Zu Recht. Obwohl sich die ganz vage Hoffnung auf ein neues Stück eines doch hoffentlich nächsten Albums nicht erfüllte - genau so wenig wie der von manchen gehegte, aber unrealistische Wunsch nach uraltem John Arch-Stoff... und obwohl der an sich gute Mix nach ein paar Songs plötzlich einen Ticken zu laut wurde. Aber hey, soll ich den lieben Gott noch dafür kritisieren, dass er sich am siebten Tag ausgeruht hat? Das Konzert war einfach grandios. Und auch der Gesang - die unsicherste Variable eines jeden Auftritts, da für Formschwankungen einfach am Empfindlichsten - war über alle Zweifel erhaben. Ray Alder hauchte und powerte und screamte mit großer Gänsehautgarantie. Die übermenschlich hohen Passagen, die er einst mit Anfang 20 der Metalwelt schenkte, zum Beispiel bei "The Eleventh Hour" oder dem Power-Galopp von "Quietus" waren umarrangiert, so dass er sie perfekt mit seiner einzigartigen Stimmfarbe darbieten konnte. Auch mit seiner Körpersprache, mit seiner Gestik, mit leidvoller Miene und mit viel Bewegung zur Dynamik der Songs 'lebte' ein topfitter Ray Alder die Musik von Fates Warning.
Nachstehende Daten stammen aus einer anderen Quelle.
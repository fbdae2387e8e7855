package dev.yoke.catalog;

import static org.junit.jupiter.api.Assertions.assertEquals;
import static org.junit.jupiter.api.Assertions.assertFalse;
import static org.junit.jupiter.api.Assertions.assertThrows;
import static org.junit.jupiter.api.Assertions.assertTrue;

import dev.yoke.model.Motor;
import dev.yoke.model.PowerSwitch;
import java.io.IOException;
import java.io.InputStream;
import java.nio.file.Files;
import java.nio.file.Path;
import java.util.ArrayList;
import java.util.List;
import org.junit.jupiter.api.BeforeEach;
import org.junit.jupiter.api.Test;
import org.junit.jupiter.api.io.TempDir;

class CatalogStoreTest {

    @TempDir
    Path folder;

    Path motorsFile;
    Path switchesFile;
    String motorsText;

    @BeforeEach
    void copyCatalog() throws IOException {
        for (String name : List.of("motors.yaml", "switches.yaml")) {
            try (InputStream in = getClass().getResourceAsStream("/store/" + name)) {
                Files.copy(in, folder.resolve(name));
            }
        }
        motorsFile = folder.resolve("motors.yaml");
        switchesFile = folder.resolve("switches.yaml");
        motorsText = Files.readString(motorsFile);
    }

    @Test
    void editedFieldChangesOnlyItsOwnLine() throws Exception {
        CatalogStore store = CatalogStore.open(folder);
        Motor small = motor(store, "test-m-small");
        Motor edited = withResistance(small, 1.35);
        store.saveMotor(edited, "test-m-small", null);

        List<String> changed = changedLines(motorsText, Files.readString(motorsFile));
        assertEquals(List.of("    resistance: 1.35 Ohm"), changed, "comments, blank lines and key order are kept");
        assertEquals(edited, motor(CatalogStore.open(folder), "test-m-small"));
        assertEquals(motorsText, Files.readString(AtomicFile.backupOf(motorsFile)), "the previous file is the backup");
    }

    @Test
    void unchangedPartWritesNothing() throws Exception {
        CatalogStore store = CatalogStore.open(folder);
        store.saveMotor(motor(store, "test-m-fast"), "test-m-fast", null);
        assertEquals(motorsText, Files.readString(motorsFile));
        assertFalse(Files.exists(AtomicFile.backupOf(motorsFile)));
    }

    @Test
    void speedConstantGivesWayToTorqueConstantWhenEdited() throws Exception {
        CatalogStore store = CatalogStore.open(folder);
        Motor fast = motor(store, "test-m-fast");
        Motor edited = new Motor(fast.id(), fast.label(), fast.nominalVoltage(), fast.resistance(),
                fast.resistanceTemp(), fast.inductance(), 0.025, fast.noLoadCurrent(), fast.continuousCurrent(),
                fast.peakCurrent(), fast.maxSpeed(), fast.rotorInertia(), fast.rthWindingHousing(),
                fast.rthHousingAmbient(), fast.tauWinding(), fast.tauHousing(), fast.maxWindingTemp(),
                fast.brushDrop(), fast.mass(), fast.price());
        store.saveMotor(edited, "test-m-fast", null);
        assertEquals(List.of("    torque_constant: 25 mN*m/A   # given as a speed constant"),
                changedLines(motorsText, Files.readString(motorsFile)));
        assertEquals(edited, motor(CatalogStore.open(folder), "test-m-fast"));
    }

    @Test
    void renamedPartKeepsItsPlace() throws Exception {
        CatalogStore store = CatalogStore.open(folder);
        Motor renamed = PartText.MOTOR.withIdAndLabel(motor(store, "test-m-small"), "test-m-tiny", null);
        store.saveMotor(renamed, "test-m-small", null);
        assertEquals(List.of("  - id: test-m-tiny"), changedLines(motorsText, Files.readString(motorsFile)));
        assertEquals(List.of("test-m-tiny", "test-m-fast"), ids(store));
    }

    @Test
    void newPartIsAppendedAtTheEndOfItsList() throws Exception {
        CatalogStore store = CatalogStore.open(folder);
        Motor copy = store.copyOfMotor("test-m-small");
        assertEquals("test-m-small-copy", copy.id());
        store.saveMotor(copy, null, motorsFile);
        String text = Files.readString(motorsFile);
        assertTrue(text.startsWith(motorsText), "the old text stays as it was, the new part follows it");
        assertTrue(text.substring(motorsText.length()).startsWith("  - id: test-m-small-copy\n    label: "), text);
        assertEquals(copy, motor(CatalogStore.open(folder), "test-m-small-copy"));
        assertEquals("test-m-small-copy-2", store.copyOfMotor("test-m-small").id());
    }

    @Test
    void newFileIsCreatedForANewPart() throws Exception {
        CatalogStore store = CatalogStore.open(folder);
        PowerSwitch copy = store.copyOfSwitch("test-s-40v");
        store.saveSwitch(copy, null, Path.of("more-switches.yaml"));
        assertEquals(copy, CatalogStore.open(folder).catalog().switches().stream()
                .filter(s -> s.id().equals(copy.id())).findFirst().orElseThrow());
        assertEquals(folder.resolve("more-switches.yaml"), store.fileOfSwitch(copy.id()).orElseThrow());
    }

    @Test
    void partMovesToAnotherFile() throws Exception {
        CatalogStore store = CatalogStore.open(folder);
        Motor fast = motor(store, "test-m-fast");
        store.saveMotor(fast, "test-m-fast", folder.resolve("fast.yaml"));
        CatalogStore again = CatalogStore.open(folder);
        assertEquals(fast, motor(again, "test-m-fast"));
        assertEquals(folder.resolve("fast.yaml"), again.fileOfMotor("test-m-fast").orElseThrow());
        assertFalse(Files.readString(motorsFile).contains("test-m-fast"));
    }

    @Test
    void deletedPartLosesItsLinesAndNothingElse() throws Exception {
        CatalogStore store = CatalogStore.open(folder);
        Motor small = motor(store, "test-m-small");
        store.deleteMotor("test-m-fast");
        assertEquals(List.of("test-m-small"), ids(store));
        assertEquals(small, motor(CatalogStore.open(folder), "test-m-small"));
        assertTrue(Files.readString(motorsFile).startsWith(motorsText.substring(0, motorsText.indexOf("  - id: test-m-fast"))));
    }

    @Test
    void switchEditWritesTheDerivedHotResistance() throws Exception {
        // The file gives no rds_on_hot, so the loader derives it from rds_on; an edit of rds_on
        // that keeps the hot value must write it out, or the part would load back different.
        CatalogStore store = CatalogStore.open(folder);
        PowerSwitch s = store.catalog().switches().get(0);
        PowerSwitch edited = new PowerSwitch(s.id(), s.label(), s.packageName(), s.vdsMax(), s.idContinuous(),
                s.idPulsed(), 0.0035, s.rdsOnHot(), s.rdsOnHotTemp(), s.gateCharge(), s.gateSourceCharge(),
                s.gateDrainCharge(), s.plateauVoltage(), s.gateResistanceInternal(), s.outputCapacitance(),
                s.diodeForwardVoltage(), s.reverseRecoveryCharge(), s.rthJunctionCase(), s.maxJunctionTemp(),
                s.price());
        store.saveSwitch(edited, s.id(), null);
        assertEquals(edited, CatalogStore.open(folder).catalog().switches().get(0));
    }

    @Test
    void fileChangedOnDiskIsNeverOverwritten() throws Exception {
        CatalogStore store = CatalogStore.open(folder);
        String theirs = motorsText.replace("price: 42", "price: 44");
        Files.writeString(motorsFile, theirs);
        Motor edited = withResistance(motor(store, "test-m-small"), 1.35);
        ChangedOnDiskException e = assertThrows(ChangedOnDiskException.class,
                () -> store.saveMotor(edited, "test-m-small", null));
        assertEquals(motorsFile, e.file());
        assertEquals(theirs, Files.readString(motorsFile), "the other writer's version stays");
    }

    @Test
    void reloadThenSaveKeepsBothChanges() throws Exception {
        CatalogStore store = CatalogStore.open(folder);
        Motor edited = withResistance(motor(store, "test-m-small"), 1.35);
        Files.writeString(motorsFile, motorsText.replace("price: 65", "price: 70"));
        assertThrows(ChangedOnDiskException.class, () -> store.saveMotor(edited, "test-m-small", null));
        store.reload();
        store.saveMotor(edited, "test-m-small", null);
        CatalogStore again = CatalogStore.open(folder);
        assertEquals(edited, motor(again, "test-m-small"));
        assertEquals(70.0, motor(again, "test-m-fast").price(), "the other writer's change is kept");
    }

    @Test
    void keepBothWritesTheEditBesideUnderAFreshId() throws Exception {
        CatalogStore store = CatalogStore.open(folder);
        Motor edited = withResistance(motor(store, "test-m-small"), 1.35);
        String theirs = motorsText.replace("price: 42", "price: 44");
        Files.writeString(motorsFile, theirs);
        CatalogStore.Saved saved = store.saveMotorBeside(edited, motorsFile);
        assertEquals(folder.resolve("motors.mine.yaml"), saved.file());
        assertEquals("test-m-small-mine", saved.id());
        assertEquals(theirs, Files.readString(motorsFile));
        CatalogStore again = CatalogStore.open(folder);
        assertEquals(44.0, motor(again, "test-m-small").price());
        assertEquals(PartText.MOTOR.withIdAndLabel(edited, "test-m-small-mine", null), motor(again, "test-m-small-mine"));
        assertTrue(Files.readString(saved.file()).contains("changed on disk"));
    }

    @Test
    void secondStoreOnTheSameFolderCannotOverwriteTheFirstOnesSave() throws Exception {
        CatalogStore first = CatalogStore.open(folder);
        CatalogStore second = CatalogStore.open(folder);
        first.saveMotor(withResistance(motor(first, "test-m-small"), 1.35), "test-m-small", null);
        assertThrows(ChangedOnDiskException.class,
                () -> second.saveMotor(withResistance(motor(second, "test-m-small"), 1.5), "test-m-small", null));
        assertEquals(1.35, motor(CatalogStore.open(folder), "test-m-small").resistance());
    }

    @Test
    void refusedValuePutsThePreviousFileBack() throws Exception {
        CatalogStore store = CatalogStore.open(folder);
        Motor small = motor(store, "test-m-small");
        // A peak current below the continuous one is refused by the loader's rules.
        Motor broken = new Motor(small.id(), small.label(), small.nominalVoltage(), small.resistance(),
                small.resistanceTemp(), small.inductance(), small.torqueConstant(), small.noLoadCurrent(),
                small.continuousCurrent(), 1.0, small.maxSpeed(), small.rotorInertia(), small.rthWindingHousing(),
                small.rthHousingAmbient(), small.tauWinding(), small.tauHousing(), small.maxWindingTemp(),
                small.brushDrop(), small.mass(), small.price());
        InputException e = assertThrows(InputException.class, () -> store.saveMotor(broken, small.id(), null));
        assertTrue(e.getMessage().contains("peak_current"), e.getMessage());
        assertEquals(motorsText, Files.readString(motorsFile));
        assertEquals(small, motor(store, "test-m-small"), "the store still holds the loaded part");
        store.saveMotor(withResistance(small, 1.4), small.id(), null);
        assertEquals(1.4, motor(CatalogStore.open(folder), "test-m-small").resistance(), "the store stays usable");
    }

    @Test
    void idTakenByAnotherPartIsRefused() throws Exception {
        CatalogStore store = CatalogStore.open(folder);
        Motor clash = PartText.MOTOR.withIdAndLabel(motor(store, "test-m-small"), "test-m-fast", null);
        IOException e = assertThrows(IOException.class, () -> store.saveMotor(clash, "test-m-small", null));
        assertTrue(e.getMessage().contains("already used"), e.getMessage());
        assertEquals(motorsText, Files.readString(motorsFile));
    }

    @Test
    void targetOutsideTheFolderIsRefused() throws Exception {
        CatalogStore store = CatalogStore.open(folder);
        Motor copy = store.copyOfMotor("test-m-small");
        assertThrows(UnsafePathException.class, () -> store.saveMotor(copy, null, Path.of("../escape.yaml")));
        assertThrows(UnsafePathException.class, () -> store.saveMotor(copy, null, Path.of("notes.txt")));
        assertFalse(Files.exists(folder.getParent().resolve("escape.yaml")));
    }

    @Test
    void saveWaitsForTheLockAndGivesUpWhenAnotherProcessHoldsIt() throws Exception {
        Process holder = LockHolder.start(folder);
        try {
            assertThrows(CatalogBusyException.class,
                    () -> CatalogLock.acquire(folder, java.time.Duration.ofMillis(200)).close());
        } finally {
            holder.destroyForcibly().waitFor();
        }
        // The kernel drops the lock of a killed process: the catalog is never left locked.
        CatalogLock.acquire(folder, java.time.Duration.ofSeconds(5)).close();
    }

    /** Every bundled part, written anew as a copy, loads back as the very same doubles (exact number format). */
    @Test
    void everyBundledPartCopiesExactly() throws Exception {
        Path bundled = Files.createDirectories(folder.resolve("bundled"));
        try (var files = Files.list(Path.of("catalog"))) {
            for (Path file : files.filter(p -> p.toString().endsWith(".yaml")).toList()) {
                Files.copy(file, bundled.resolve(file.getFileName()));
            }
        }
        CatalogStore store = CatalogStore.open(bundled);
        for (Motor m : store.catalog().motors()) {
            store.saveMotor(store.copyOfMotor(m.id()), null, Path.of("copies.yaml"));
        }
        for (PowerSwitch s : store.catalog().switches()) {
            store.saveSwitch(store.copyOfSwitch(s.id()), null, Path.of("copies.yaml"));
        }
        CatalogStore again = CatalogStore.open(bundled);
        for (Motor m : again.catalog().motors()) {
            if (!m.id().endsWith("-copy")) {
                Motor copy = motor(again, m.id() + "-copy");
                assertEquals(PartText.MOTOR.withIdAndLabel(m, copy.id(), copy.label()), copy);
            }
        }
        List<PowerSwitch> switches = again.catalog().switches();
        for (PowerSwitch s : switches) {
            if (!s.id().endsWith("-copy")) {
                PowerSwitch copy = switches.stream().filter(c -> c.id().equals(s.id() + "-copy")).findFirst().orElseThrow();
                assertEquals(PartText.SWITCH.withIdAndLabel(s, copy.id(), copy.label()), copy);
            }
        }
        assertEquals(2 * again.catalog().motors().stream().filter(m -> !m.id().endsWith("-copy")).count(),
                again.catalog().motors().size(), "every motor has its copy");
    }

    private static Motor motor(CatalogStore store, String id) {
        return store.catalog().motors().stream().filter(m -> m.id().equals(id)).findFirst().orElseThrow();
    }

    private static List<String> ids(CatalogStore store) {
        return store.catalog().motors().stream().map(Motor::id).toList();
    }

    private static Motor withResistance(Motor m, double resistance) {
        return new Motor(m.id(), m.label(), m.nominalVoltage(), resistance, m.resistanceTemp(), m.inductance(),
                m.torqueConstant(), m.noLoadCurrent(), m.continuousCurrent(), m.peakCurrent(), m.maxSpeed(),
                m.rotorInertia(), m.rthWindingHousing(), m.rthHousingAmbient(), m.tauWinding(), m.tauHousing(),
                m.maxWindingTemp(), m.brushDrop(), m.mass(), m.price());
    }

    /** Lines of {@code after} that differ from the line at the same place in {@code before}. */
    private static List<String> changedLines(String before, String after) {
        String[] a = before.split("\n", -1);
        String[] b = after.split("\n", -1);
        assertEquals(a.length, b.length, "same number of lines");
        List<String> changed = new ArrayList<>();
        for (int i = 0; i < a.length; i++) {
            if (!a[i].equals(b[i])) {
                changed.add(b[i]);
            }
        }
        return changed;
    }
}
Ein Kritikpunkt bleibt - und der muss angesprochen werden: die Spielzeit. Einschließlich des Zugabenteils kam die Band lediglich auf gut anderthalb Stunden. Das ist erschreckend wenig, besonders natürlich, wenn es auch keine Vorband gibt. Die hätte auch niemand gebraucht, dafür aber einfach ein bisschen mehr Fates Warning. Stücke hätte es genug gegeben! Mehr vom letzten Album "FWX", zum Beispiel. Aber die Band ließ sich nicht mehr blicken, obwohl das Publikum noch minutenlang lautstark nach einem Nachschlag lechzte. Unmutsäußerungen waren trotz des Frusts über den am Ende zu kurzen Abend aber nicht zu hören. Dennoch muss die Band hier schon aufpassen - so etwas kann für manche Fans mitentscheidend sein, die weit weg wohnen und sich die Frage stellen, bei wie vielen Hundert Kilometern sie die Schmerzgrenze zum Konzertbesuch ziehen. Meine war nicht überschritten, zum Glück. Denn das Konzert gehört zum Intensivsten und Wunderbarsten, was ich als Progressive Metal-Maniac erleben durfte.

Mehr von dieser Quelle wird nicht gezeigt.